Der Mitgründer und CEO der Apple Inc. Verbannte die Adobe Technolgie nicht nur von iPhone und iPad, sondern kommunizierte im vergangenen Jahr auch ganz offen seine Prognose der „sterbenden Technologie Flash“. Auf Adobes Versuch hin, mit dem iPhone-Packager Flash-Anwendungen zumindest als Apps zugänglich zu machen, reagierte Jobs mit einer Einschränkung der iPhone-Entwicklerwerkzeuge: Zukünftig sollten finden nur noch Anwendungen den Weg in den App Store finden, die mit den von Apple genehmigten Programmiersprachen erstellt wurden. Flash bleibt damit der Zugang zu Apple Geräten verwehrt. [UPDATE:] Nach heftigen Kritikstürmen wurde diese Lizenzbestimmungen jedoch wieder gelockert.

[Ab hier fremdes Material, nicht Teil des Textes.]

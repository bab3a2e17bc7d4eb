'use client';

import { useActionState, useId } from 'react';
import { FieldError, OtherErrors, TextArea } from '@/components/ui/form-bits';
import { SelectField, TextField } from '@/components/ui/field';
import { Notice } from '@/components/ui/notice';
import { SubmitButton } from '@/components/ui/submit-button';
import { type ComplaintFormAction, idleComplaintFormState } from './form-state';

/* The investigator's forms: retained samples and summary, a link to a deviation or CAPA, a new CAPA. */

function useForm(action: ComplaintFormAction) {
  return useActionState(action, idleComplaintFormState);
}

export function InvestigationForm({
  action,
  complaintId,
  version,
  initial,
}: {
  action: ComplaintFormAction;
  complaintId: number;
  version: number;
  initial: { retainedSamplesChecked: string; retainedSamplesNote: string; investigationSummary: string };
}) {
  const [state, formAction] = useForm(action);
  const v = state.failed ? { ...initial, ...state.values } : initial;
  const uid = useId();
  return (
    <form action={formAction} noValidate className="flex flex-col gap-4" data-testid="investigation-form">
      {state.failed && state.message ? <Notice tone="danger" title={state.message} /> : null}
      <input type="hidden" name="id" value={complaintId} />
      <input type="hidden" name="version" value={version} />
      <fieldset className="flex flex-col gap-1">
        <legend className="font-semibold text-ink-900">Retained samples of the lot checked?</legend>
        <div className="flex gap-6">
          {(['yes', 'no'] as const).map((o) => (
            <label key={o} className="inline-flex min-h-11 items-center gap-2">
              <input type="radio" name="retainedSamplesChecked" value={o} defaultChecked={v.retainedSamplesChecked === o} className="h-5 w-5" />
              {o === 'yes' ? 'Yes' : 'No'}
            </label>
          ))}
        </div>
        <FieldError id={`${uid}-rs`} errors={state.fieldErrors.retainedSamplesChecked} />
      </fieldset>
      <TextArea
        name="retainedSamplesNote"
        label="What the retained samples showed"
        hint="How many were looked at and what was found, or why none were checked."
        rows={3}
        maxLength={5000}
        defaultValue={v.retainedSamplesNote}
        errors={state.fieldErrors.retainedSamplesNote}
      />
      <TextArea
        name="investigationSummary"
        label="Summary of the investigation"
        hint="What was found, the cause if known, and what is being done. The answer to the complainant quotes it."
        rows={5}
        maxLength={10000}
        defaultValue={v.investigationSummary}
        errors={state.fieldErrors.investigationSummary}
      />
      <OtherErrors fieldErrors={state.fieldErrors} shown={['retainedSamplesChecked', 'retainedSamplesNote', 'investigationSummary']} />
      <div>
        <SubmitButton pendingLabel="Saving…">Save the investigation</SubmitButton>
      </div>
    </form>
  );
}

export function LinkForm({ action, complaintId, version, target }: { action: ComplaintFormAction; complaintId: number; version: number; target: 'deviation' | 'capa' }) {
  const [state, formAction] = useForm(action);
  const noun = target === 'deviation' ? 'deviation' : 'CAPA';
  return (
    <form action={formAction} noValidate className="flex flex-wrap items-end gap-3" data-testid={`link-${target}`}>
      <input type="hidden" name="id" value={complaintId} />
      <input type="hidden" name="version" value={version} />
      <input type="hidden" name="target" value={target} />
      <div className="min-w-56 flex-1">
        <TextField
          id={`link-${target}-reference`}
          name="reference"
          label={`Link an existing ${noun}`}
          hint={target === 'deviation' ? 'Its number, e.g. DEV-2026-0042.' : 'Its number, e.g. CAPA-2026-0007.'}
          autoComplete="off"
          defaultValue={state.values.reference ?? ''}
          errors={state.fieldErrors.reference ?? (state.failed && !state.fieldErrors.reference && state.message ? [state.message] : undefined)}
        />
      </div>
      <SubmitButton pendingLabel="Linking…" variant="secondary">
        Link
      </SubmitButton>
    </form>
  );
}

export function RaiseCapaForm({
  action,
  complaintId,
  version,
  owners,
  initial,
}: {
  action: ComplaintFormAction;
  complaintId: number;
  version: number;
  owners: { id: number; label: string }[];
  initial: { title: string; problemStatement: string; ownerId: string };
}) {
  const [state, formAction] = useForm(action);
  const v = state.failed ? { ...initial, ...state.values } : initial;
  return (
    <form action={formAction} noValidate className="flex flex-col gap-4" data-testid="raise-capa">
      {state.failed && state.message ? <Notice tone="danger" title={state.message} /> : null}
      <input type="hidden" name="id" value={complaintId} />
      <input type="hidden" name="version" value={version} />
      <TextField id="raise-capa-title" name="title" label="CAPA title" required defaultValue={v.title} errors={state.fieldErrors.title} />
      <TextArea name="problemStatement" label="Problem statement" required rows={4} maxLength={10000} defaultValue={v.problemStatement} errors={state.fieldErrors.problemStatement} />
      <SelectField
        id="raise-capa-owner"
        name="ownerId"
        label="Owner"
        options={[{ value: '', label: 'Pick a QA investigator' }, ...owners.map((o) => ({ value: String(o.id), label: o.label }))]}
        defaultValue={v.ownerId}
        errors={state.fieldErrors.ownerId}
      />
      <div>
        <SubmitButton pendingLabel="Raising…" variant="secondary">
          Raise the CAPA
        </SubmitButton>
      </div>
    </form>
  );
}

export function ReportSubmittedForm({ action, complaintId, version, today }: { action: ComplaintFormAction; complaintId: number; version: number; today: string }) {
  const [state, formAction] = useForm(action);
  return (
    <form action={formAction} noValidate className="flex flex-wrap items-end gap-3" data-testid="report-submitted">
      <input type="hidden" name="id" value={complaintId} />
      <input type="hidden" name="version" value={version} />
      <TextField
        id="report-submitted-on"
        name="submittedOn"
        type="date"
        max={today}
        label="Report submitted to FDA on"
        defaultValue={state.values.submittedOn ?? today}
        errors={state.fieldErrors.submittedOn ?? (state.failed && state.message ? [state.message] : undefined)}
      />
      <SubmitButton pendingLabel="Saving…" variant="secondary">
        Record the submission
      </SubmitButton>
    </form>
  );
}
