const columns = helper.columns([
  helper.accessor('number', {
    id: 'number',
    header: 'Number',
    cell: ({ row }) => (
      <Link href={`/complaints/${row.original.id}`} className="font-semibold whitespace-nowrap underline underline-offset-4">
        {row.original.number}
      </Link>
    ),
  }),
  helper.accessor('receivedOn', { id: 'received', header: 'Received', cell: (c) => <span className="whitespace-nowrap tabular-nums">{c.getValue()}</span> }),
  helper.accessor('product', { id: 'product', header: 'Product', cell: (c) => <span className="block min-w-40">{c.getValue() ?? '—'}</span> }),
  helper.accessor('lot', {
    id: 'lot',
    header: 'Lot',
    cell: ({ row }) => (
      <span className="whitespace-nowrap">
        {row.original.lot ?? <span className="text-ink-600">not given</span>}
        {row.original.lotUnknown ? (
          <span className="mt-1 block">
            <StatusBadge tone="warn" label="Not in batch records" />
          </span>
        ) : null}
      </span>
    ),
  }),
  helper.accessor('categoryLabel', { id: 'category', header: 'Category', cell: (c) => c.getValue() ?? <span className="text-ink-600">not assessed</span> }),
  helper.accessor('adverseEvent', {
    id: 'adverse',
    header: 'Adverse event',
    cell: ({ row }) => (
      <span className="whitespace-nowrap">
        {yesNo(row.original.adverseEvent)}
        {row.original.seriousAdverseEvent ? <span className="block font-semibold text-danger-700">serious</span> : null}
      </span>
    ),
  }),
  helper.accessor('reportable', {
    id: 'report_due',
    header: 'Reportable',
    cell: ({ row }) =>
      row.original.report ? (
        <span className="flex flex-col gap-1">
          <span className="whitespace-nowrap tabular-nums">Due {row.original.report.dueOn}</span>
          <ReportCountdownBadge report={row.original.report} compact />
        </span>
      ) : (
        yesNo(row.original.reportable)
      ),
  }),
  helper.accessor('status', { id: 'status', header: 'Status', cell: (c) => <ComplaintStatusBadge status={c.getValue()} /> }),
  helper.accessor('owner', { id: 'owner', header: 'Owner', cell: (c) => <span className="whitespace-nowrap">{c.getValue() ?? '—'}</span> }),
  helper.accessor('dueAt', {
    id: 'due',
    header: 'Due',
    cell: ({ row }) => {
      const due = row.original.dueAt;
      if (!due) return dash;
      return row.original.overdue ? (
        <span className="inline-flex items-center gap-1 font-semibold whitespace-nowrap text-danger-700">
          <StatusIcon tone="danger" />
          <span className="tabular-nums">{day(due)}</span> overdue
        </span>
      ) : (
        <span className="whitespace-nowrap tabular-nums">{day(due)}</span>
      );
    },
  }),
]);

type Load = { status: 'idle' } | { status: 'loading' } | { status: 'error'; message: string };

function resolve<T>(updater: Updater<T>, old: T): T {
  return typeof updater === 'function' ? (updater as (old: T) => T)(old) : updater;
}

function Filters({
  query,
  products,
  categories,
  onApply,
}: {
  query: ComplaintListQuery;
  products: ProductOptionDto[];
  categories: OptionDto[];
  onApply: (q: Partial<ComplaintListQuery>) => void;
}) {
  return (
    <form
      className="mb-4 flex flex-wrap items-end gap-4 rounded-lg border border-ink-200 bg-white p-4"
      onSubmit={(event) => {
        event.preventDefault();
        const form = new FormData(event.currentTarget);
        const productId = form.get('productId')?.toString() ?? '';
        const category = form.get('category')?.toString() ?? '';
        const lot = form.get('lot')?.toString().trim() ?? '';
        onApply({
          status: form.getAll('status').map(String) as ComplaintListQuery['status'],
          productId: productId ? Number(productId) : null,
          category: category || null,
          lot: lot || null,
          reportable: form.get('reportable') === 'on',
          lotUnknown: form.get('lotUnknown') === 'on',
        });
      }}
    >
      <fieldset className="flex flex-col gap-1">
        <legend className="font-semibold">Status</legend>
        <div className="flex flex-wrap gap-x-4">
          {complaintStates.map((s) => (
            <label key={s} className="inline-flex min-h-11 items-center gap-2">
              <input type="checkbox" name="status" value={s} defaultChecked={query.status.includes(s)} className="h-5 w-5" />
              {complaintStateLabels[s]}
            </label>
          ))}
        </div>
      </fieldset>
      <div className="flex flex-col gap-1">
        <label htmlFor="complaint-product-filter" className="font-semibold">
          Product
        </label>
        <select
          id="complaint-product-filter"
          name="productId"
          defaultValue={query.productId === null ? '' : String(query.productId)}
          className="min-h-11 max-w-72 rounded-md border border-ink-400 bg-white px-3"
        >
          <option value="">Any product</option>
          {products.map((p) => (
            <option key={p.id} value={p.id}>
              {p.label}
            </option>
          ))}
        </select>
      </div>
      <div className="flex flex-col gap-1">
        <label htmlFor="complaint-category-filter" className="font-semibold">
          Category
        </label>
        <select id="complaint-category-filter" name="category" defaultValue={query.category ?? ''} className="min-h-11 rounded-md border border-ink-400 bg-white px-3">
          <option value="">Any category</option>
          {categories.map((c) => (
            <option key={c.value} value={c.value}>
              {c.label}
            </option>
          ))}
        </select>
      </div>
      <div className="flex flex-col gap-1">
        <label htmlFor="complaint-lot-filter" className="font-semibold">
          Lot
        </label>
        <input id="complaint-lot-filter" name="lot" defaultValue={query.lot ?? ''} className="min-h-11 w-44 rounded-md border border-ink-400 bg-white px-3" />
      </div>
      <label className="inline-flex min-h-11 items-center gap-2">
        <input type="checkbox" name="reportable" defaultChecked={query.reportable} className="h-5 w-5" />
        Reportable only
      </label>
      <label className="inline-flex min-h-11 items-center gap-2">
        <input type="checkbox" name="lotUnknown" defaultChecked={query.lotUnknown} className="h-5 w-5" />
        Unknown lots only
      </label>
      <Button type="submit" variant="secondary">
        Apply filters
      </Button>
    </form>
  );
}
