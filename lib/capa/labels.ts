import type { capaActionCategories, capaActionKinds, capaSources } from '../../workflows/capa-terms';
import type { CapaEventType } from '../../workflows/capa';
import type { CapaState } from '../../workflows/states';

/* Words for the CAPA lifecycle, its sources and its actions, shared by pages, messages and mail. Pure. */

export type CapaSource = (typeof capaSources)[number];
export type CapaActionKind = (typeof capaActionKinds)[number];
export type CapaActionCategory = (typeof capaActionCategories)[number];

export const capaStateLabels: Record<CapaState, string> = {
  proposed: 'Planning',
  plan_approved: 'Plan approved',
  implementation: 'In implementation',
  effectiveness_check: 'Effectiveness check',
  closed_effective: 'Closed, effective',
  cancelled: 'Cancelled',
};

export const capaEventLabels: Record<CapaEventType, string> = {
  approve_plan: 'Approve the plan',
  start_implementation: 'Start the implementation',
  open_effectiveness_check: 'Open the effectiveness check',
  record_effective: 'Record as effective',
  record_not_effective: 'Record as not effective',
  cancel: 'Cancel the CAPA',
};

export const capaSourceLabels: Record<CapaSource, string> = {
  deviation: 'Deviation',
  complaint: 'Complaint',
  trend: 'Trend',
};

export const capaActionKindLabels: Record<CapaActionKind, string> = {
  corrective: 'Corrective',
  preventive: 'Preventive',
};

export const capaActionCategoryLabels: Record<CapaActionCategory, string> = {
  machine_setting: 'Machine setting',
  procedure: 'Procedure',
  training: 'Training',
  ring_retirement: 'Ring retirement',
  supplier_change: 'Supplier change',
  other: 'Other',
};
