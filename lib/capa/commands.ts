import 'server-only';
import { and, eq, ne } from 'drizzle-orm';
import { db, type Tx } from '../../db/client';
import { capaActions, capas, complaints, deviations, recordLinks, users } from '../../db/schema';
import { type FieldChange, diffFields, writeAudit } from '../audit';
import { assertCan, can } from '../auth/permissions';
import { ConflictError, InvalidTransitionError, NotFoundError, ValidationError } from '../errors';
import { type RecordActor, allowedEventsFor, ownerScope } from '../records/kind';
import { type WriteOutcome, insertRecord, transitionRecord } from '../records/write-path';
import { parseInput } from '../validation/parse';
import { type CapaRow, activeUsers, capaAuditFields, capaKind, eligibleApprovers, mailAboutCapa, planApprovalMail } from './kind';
import { cleanEvidence } from './evidence-text';
import { capaActionCategoryLabels, capaStateLabels } from './labels';
import {
  type AddActionInput,
  type CapaVersionInput,
  type CompleteActionInput,
  type CreateCapaInput,
  type SignedInput,
  type SignedReasonInput,
  type UpdateActionInput,
  type UpdatePlanInput,
  addActionSchema,
  capaVersionSchema,
  completeActionSchema,
  createCapaSchema,
  criterionFromFields,
  parseRecurrenceCriterion,
  serializeRecurrenceCriterion,
  signedReasonSchema,
  signedSchema,
  updateActionSchema,
  updatePlanSchema,
} from './schemas';

/*
 * CAPA commands. Lifecycle events go through the write path (transitionRecord), which checks role,
 * record, version and the machine's guards. The plan and its actions are edits, not transitions:
 * each locks the CAPA row, checks the same things, keeps the CAPA's action counters in step (the
 * guards read them) and audits every changed field, the actions' included, in the same transaction
 * (21 CFR 11.10(e)). Every action change bumps the CAPA's version, so a plan someone is signing
 * cannot change under them unnoticed.
 */

export type CapaOutcome = WriteOutcome<typeof capaKind>;
export type CapaActionRow = typeof capaActions.$inferSelect;
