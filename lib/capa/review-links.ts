import 'server-only';
import type { Tx } from '../../db/client';
import { issueActionToken } from '../action-tokens';
import { getEnv } from '../env';
import { enqueueMail } from '../mail/outbox';
import { renderMailLayout } from '../mail/templates/layout';
import type { Recipient } from '../mail/record-notice';
import type { CapaRow } from './kind';

/*
 * Personal review links for a CAPA's effectiveness check. Each eligible QA approver gets an e-mail
 * whose link carries a one-time token bound to them, this CAPA, the review and the version the check
 * opened at (lib/action-tokens). The link only says what to review: signing still takes the
 * reviewer's session and password (21 CFR 11.200(a)). The raw token exists in this message and
 * nowhere else in the application; it is never logged and never written to the audit trail.
 *
 * Kept free of the CAPA commands so the record kind can call it without an import cycle.
 */

export const effectivenessReviewAction = 'effectiveness_review';

export const reviewPath = (token: string) => `/review/${token}`;

/** "2026-12-04 09:30 UTC": the expiry as the reviewer reads it, in the zone the app shows times in. */
export function formatExpiry(at: Date): string {
  return `${at.toISOString().slice(0, 16).replace('T', ' ')} UTC`;
}

export interface ReviewLinkMail {
  /** Why the link is sent, first paragraph of the message. */
  intro: string;
}

/**
 * Issues one reviewer's token and queues their message, inside the caller's transaction: the link
 * exists if and only if the change that asked for it commits. Earlier unused links of the same
 * reviewer for this CAPA stop working (issueActionToken revokes them).
 */
export async function mailReviewLink(
  tx: Tx,
  capa: Pick<CapaRow, 'id' | 'number' | 'title' | 'version'>,
  reviewer: Recipient,
  mail: ReviewLinkMail,
): Promise<{ tokenId: number; expiresAt: Date }> {
  const env = getEnv();
  const { id: tokenId, token, expiresAt } = await issueActionToken(tx, {
    userId: reviewer.id,
    recordType: 'capa',
    recordId: capa.id,
    action: effectivenessReviewAction,
    recordVersion: capa.version,
  });
  const rendered = renderMailLayout({
    siteName: env.SITE_NAME,
    recordNumber: capa.number,
    heading: `${capa.number} awaits your effectiveness review`,
    paragraphs: [
      mail.intro,
      'Compare the evidence with the criteria written in the plan, then sign it effective, or not effective with the reason.',
      `This link is yours alone: it asks for your password to sign and works once. It expires on ${formatExpiry(expiresAt)}; after that, or if the CAPA changes meanwhile, the page it opens lets you ask for a fresh one.`,
    ],
    link: { url: new URL(reviewPath(token), env.APP_URL).toString(), label: 'Review the evidence and sign' },
    footer: 'You receive this because you are a QA approver who does not own this CAPA. Do not forward it: the link is personal.',
  });
  await enqueueMail(tx, {
    // One message per token: a fresh link is a new message, a retried transaction is not.
    dedupeKey: `capa-review-link:${tokenId}`,
    template: 'capa_effectiveness_review',
    to: { address: reviewer.email, userId: reviewer.id },
    subject: `CAPA ${capa.number}: effectiveness check awaits your review`,
    text: rendered.text,
    html: rendered.html,
    recordType: 'capa',
    recordId: capa.id,
  });
  return { tokenId, expiresAt };
}

/** When the check opens: a personal link to every eligible approver (never the owner; segregation of duties). */
export async function mailEffectivenessReviewLinks(
  tx: Tx,
  actorName: string,
  capa: Pick<CapaRow, 'id' | 'number' | 'title' | 'version'>,
  reviewers: Recipient[],
): Promise<void> {
  const seen = new Set<number>();
  for (const reviewer of reviewers) {
    if (seen.has(reviewer.id)) continue;
    seen.add(reviewer.id);
    await mailReviewLink(tx, capa, reviewer, {
      intro: `Every action of ${capa.number}: ${capa.title} is completed, and ${actorName} opened the effectiveness check.`,
    });
  }
}
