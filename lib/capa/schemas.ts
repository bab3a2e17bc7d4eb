import { z } from 'zod';
import { capaActionCategories, capaActionKinds, capaSources } from '../../workflows/capa-terms';
import { capaEvents } from '../../workflows/capa';

/*
 * Input of the CAPA commands, shared by server actions (FormData: every value a string, so numbers
 * and dates are coerced) and the JSON routes. What an event asks for (reason, password) is also
 * enforced by the write path from the machine; these give field-level messages.
 */

const id = z.coerce.number({ error: 'must be a record id' }).int().positive().max(2_147_483_647);
const blankToUndefined = (v: unknown) => (v === '' || v === null ? undefined : v);
const optionalId = z.preprocess(blankToUndefined, id.optional());
const version = z.coerce.number({ error: 'Reload the page and try again.' }).int().positive();
const reason = z
  .string({ error: 'Give the reason for this change.' })
  .trim()
  .min(3, 'Give the reason for this change (a few words at least).')
  .max(2000, 'Keep the reason under 2,000 characters.');
/** Checked by the write path, which asks for it exactly when the transition is signed (or takes a verified signer). */
const password = z.string().max(256).optional();
const requiredText = (min: number, max: number, missing: string, tooLong: string) =>
  z.string({ error: missing }).trim().min(min, missing).max(max, tooLong);
const optionalText = (max: number, message: string) =>
  z.preprocess((v) => (typeof v === 'string' && v.trim() === '' ? undefined : v), z.string().trim().max(max, message).optional());
/** A calendar day from a date input (YYYY-MM-DD), stored as midnight UTC. */
const day = (missing: string) =>
  z
    .string({ error: missing })
    .trim()
    .regex(/^\d{4}-\d{2}-\d{2}$/, missing)
    .refine((s) => !Number.isNaN(Date.parse(`${s}T00:00:00Z`)) && new Date(`${s}T00:00:00Z`).toISOString().startsWith(s), 'That is not a calendar date.')
    .transform((s) => new Date(`${s}T00:00:00.000Z`));
const optionalDay = (missing: string) => z.preprocess(blankToUndefined, day(missing).optional());
const whole = (what: string, max: number) =>
  z.preprocess(
    blankToUndefined,
    z.coerce
      .number({ error: `Enter the number of ${what}.` })
      .int(`Enter a whole number of ${what}.`)
      .min(1, `Enter at least 1 ${what.replace(/s$/, '')}.`)
      .max(max, `At most ${max} ${what}.`)
      .optional(),
  );

/**
 * A recurrence criterion the product can compute from its own records: deviations with this defect
 * on this machine or ring, counted from the day the actions were completed, over a number of batches
 * or days. Stored as JSON in capas.recurrence_criterion.
 */
export const recurrenceCriterionSchema = z
  .object({
    defectId: z.number().int().positive().optional(),
    machineId: z.number().int().positive().optional(),
    ringId: z.number().int().positive().optional(),
    batches: z.number().int().min(1).max(1000).optional(),
    days: z.number().int().min(1).max(730).optional(),
  })
  .strict();
export type RecurrenceCriterion = z.output<typeof recurrenceCriterionSchema>;

/** The stored JSON read back; anything unreadable counts as no criterion rather than a crash. */
export function parseRecurrenceCriterion(json: string | null): RecurrenceCriterion | null {
  if (!json) return null;
  try {
    const parsed = recurrenceCriterionSchema.safeParse(JSON.parse(json));
    return parsed.success ? parsed.data : null;
  } catch {
    return null;
  }
}

/** JSON with a fixed key order, so the same criterion is stored (and signed) as the same text. */
export function serializeRecurrenceCriterion(c: RecurrenceCriterion | null): string | null {
  if (!c) return null;
  const ordered = { defectId: c.defectId, machineId: c.machineId, ringId: c.ringId, batches: c.batches, days: c.days };
  return JSON.stringify(Object.fromEntries(Object.entries(ordered).filter(([, v]) => v !== undefined)));
}

const criterionFields = {
  criterionDefectId: optionalId,
  criterionMachineId: optionalId,
  criterionRingId: optionalId,
  criterionBatches: whole('batches', 1000),
  criterionDays: whole('days', 730),
};

type CriterionFields = {
  criterionDefectId?: number;
  criterionMachineId?: number;
  criterionRingId?: number;
  criterionBatches?: number;
  criterionDays?: number;
};

/** A criterion needs a defect, a place (machine or ring) and a span (batches or days), or nothing at all. */
function checkCriterion(v: CriterionFields, ctx: z.RefinementCtx): void {
  const any = [v.criterionDefectId, v.criterionMachineId, v.criterionRingId, v.criterionBatches, v.criterionDays].some((x) => x !== undefined);
  if (!any) return;
  if (v.criterionDefectId === undefined) {
    ctx.addIssue({ code: 'custom', path: ['criterionDefectId'], message: 'Pick the defect whose recurrence is counted.' });
  }
  if (v.criterionMachineId === undefined && v.criterionRingId === undefined) {
    ctx.addIssue({ code: 'custom', path: ['criterionMachineId'], message: 'Pick the machine or the filling ring where it is counted.' });
  }
  if (v.criterionBatches === undefined && v.criterionDays === undefined) {
    ctx.addIssue({ code: 'custom', path: ['criterionBatches'], message: 'Say over how many batches or days it is counted.' });
  }
}

export function criterionFromFields(v: CriterionFields): RecurrenceCriterion | null {
  const c: RecurrenceCriterion = {
    ...(v.criterionDefectId !== undefined ? { defectId: v.criterionDefectId } : {}),
    ...(v.criterionMachineId !== undefined ? { machineId: v.criterionMachineId } : {}),
    ...(v.criterionRingId !== undefined ? { ringId: v.criterionRingId } : {}),
    ...(v.criterionBatches !== undefined ? { batches: v.criterionBatches } : {}),
    ...(v.criterionDays !== undefined ? { days: v.criterionDays } : {}),
  };
  return Object.keys(c).length === 0 ? null : c;
}

const title = requiredText(5, 200, 'Give the CAPA a short title (5 characters at least).', 'Keep the title under 200 characters.');
const problemStatement = requiredText(10, 10_000, 'State the problem in a sentence or two.', 'Keep the problem statement under 10,000 characters.');

export const createCapaSchema = z
  .object({
    title,
    sourceType: z.enum(capaSources, { error: 'Say where the CAPA comes from: a deviation, a complaint or a trend.' }),
    sourceId: optionalId,
    problemStatement,
    rootCause: optionalText(10_000, 'Keep the root cause under 10,000 characters.'),
    ownerId: id,
    dueAt: optionalDay('Enter the due date.'),
  })
  .superRefine((v, ctx) => {
    if (v.sourceType !== 'trend' && v.sourceId === undefined) {
      ctx.addIssue({ code: 'custom', path: ['sourceId'], message: `Pick the ${v.sourceType} this CAPA comes from.` });
    }
  });
export type CreateCapaInput = z.input<typeof createCapaSchema>;

export const updatePlanSchema = z
  .object({
    id,
    version,
    title,
    problemStatement,
    rootCause: optionalText(10_000, 'Keep the root cause under 10,000 characters.'),
    effectivenessCriteria: optionalText(5000, 'Keep the effectiveness criteria under 5,000 characters.'),
    /** Accepted only when it names the current owner; reassigning is reassignOwnerSchema. */
    ownerId: optionalId,
    dueAt: optionalDay('Enter the due date.'),
    ...criterionFields,
  })
  .superRefine(checkCriterion);
export type UpdatePlanInput = z.input<typeof updatePlanSchema>;

export const reassignOwnerSchema = z.object({
  id,
  version,
  ownerId: z.preprocess(blankToUndefined, z.coerce.number({ error: 'Pick the new owner.' }).int().positive()),
  reason,
});
export type ReassignOwnerInput = z.input<typeof reassignOwnerSchema>;

const actionFields = {
  kind: z.enum(capaActionKinds, { error: 'Say whether the action is corrective or preventive.' }),
  category: z.enum(capaActionCategories, { error: 'Pick what the action changes.' }),
  description: requiredText(10, 5000, 'Describe the action in a sentence or two.', 'Keep the description under 5,000 characters.'),
  ownerId: z.preprocess(blankToUndefined, z.coerce.number({ error: 'Pick who does this action.' }).int().positive()),
  dueAt: day('Enter the due date of the action.'),
};

export const addActionSchema = z.object({ id, version, ...actionFields });
export type AddActionInput = z.input<typeof addActionSchema>;

export const updateActionSchema = z.object({ id, version, actionId: id, ...actionFields });
export type UpdateActionInput = z.input<typeof updateActionSchema>;

export const evidenceMissingMessage = 'Describe the evidence that the action was done (10 characters at least).';

/**
 * Evidence of completion is rich text (HTML from the editor; plain text from a JSON client is kept as
 * it is). Only a ceiling here against absurd bodies: the command cleans it, then checks what is left.
 */
export const completeActionSchema = z.object({
  id,
  actionId: id,
  actionVersion: version,
  evidence: z.string({ error: evidenceMissingMessage }).max(1_000_000, 'The evidence is far too long; attach long documents as files.'),
});
export type CompleteActionInput = z.input<typeof completeActionSchema>;

const versioned = { id, version };
export const capaVersionSchema = z.object(versioned);
export type CapaVersionInput = z.input<typeof capaVersionSchema>;
export const signedSchema = z.object({ ...versioned, password });
export type SignedInput = z.input<typeof signedSchema>;
export const signedReasonSchema = z.object({ ...versioned, reason, password });
export type SignedReasonInput = z.input<typeof signedReasonSchema>;

/** What the detail page's event forms and POST /api/capa/[id] send: one lifecycle event. */
export const capaEventRequestSchema = z.object({
  event: z.enum(capaEvents, { error: 'Unknown event for a CAPA.' }),
  version,
  reason: z.string().optional(),
  password: z.string().optional(),
});
export type CapaEventRequest = z.input<typeof capaEventRequestSchema>;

Für den Auftraggeber einer interaktiven Web- Anwendung stellt sich damit oftmals die Frage, ob man bei der Entscheidung für Flash auf iPhone- und iPad-Nutzer verzichten möchte. Die Reichweite, also die Anzahl von Menschen, die die Anwendung oder den Shop nutzen, ist eines der wichtigsten Entscheidungskriterien bei der Wahl der Technologie. Und auch wenn Flash auf zahlreichen anderen Mobile Devices, z. B. mit Android Betriebssystem, funktionsfähig ist, so fällt die Wahl doch immer häufiger auf eine Javascript-Alternative.
Reichweite allein ist jedoch nicht das alleinige Erfolgskriterium eines Online-Shops oder anderer Web-Anwendungen. Gerade um der iPhone- und iPad-Zielgruppe die Nutzung des Shops auch mobil zum Erlebnis zu machen, bedarf es einer Optimierung hinsichtlich der speziellen Bedürfnisse des mobilen Kunden und den für ihn zutreffenden Nutzungsszenarien. Eine Eins-zu-Eins Übertragung des stationären Webs ins mobile Web ist in den seltensten Fällen ausreichend, wie die vorangegangenen Fachberichte zu diesem Thema gezeigt haben.
Für den zukünftigen Einsatz von Flash bedeutet dies: Da mobil neue und speziell für das Endgerät optimierte Anwendungen zum Einsatz kommen müssen, behält Flash im stationären Web weiterhin seine Daseinsberechtigung. Sicher werden viele einfache interaktive Inhalte einer Website, wie beispielsweise eine rotierende Bühne auf der Shop-Startseite, zukünftig mit Javascript umgesetzt werden. Aber sich seinen Schuh von der Naht bis zum Schnürsenkel in 3D selbst zu designen, das wird auch in den kommenden Jahren eine Aufgabe von Flash bleiben.


Andrea Campitelli
14. April 2011 um 13:17Hallo Juliane,
ohne hier eine Meinung zum Thema Flash kund tun zu wollen, sollten in einem ordentlich recherchiertem Artikel wohl die Fakten stimmen, oder?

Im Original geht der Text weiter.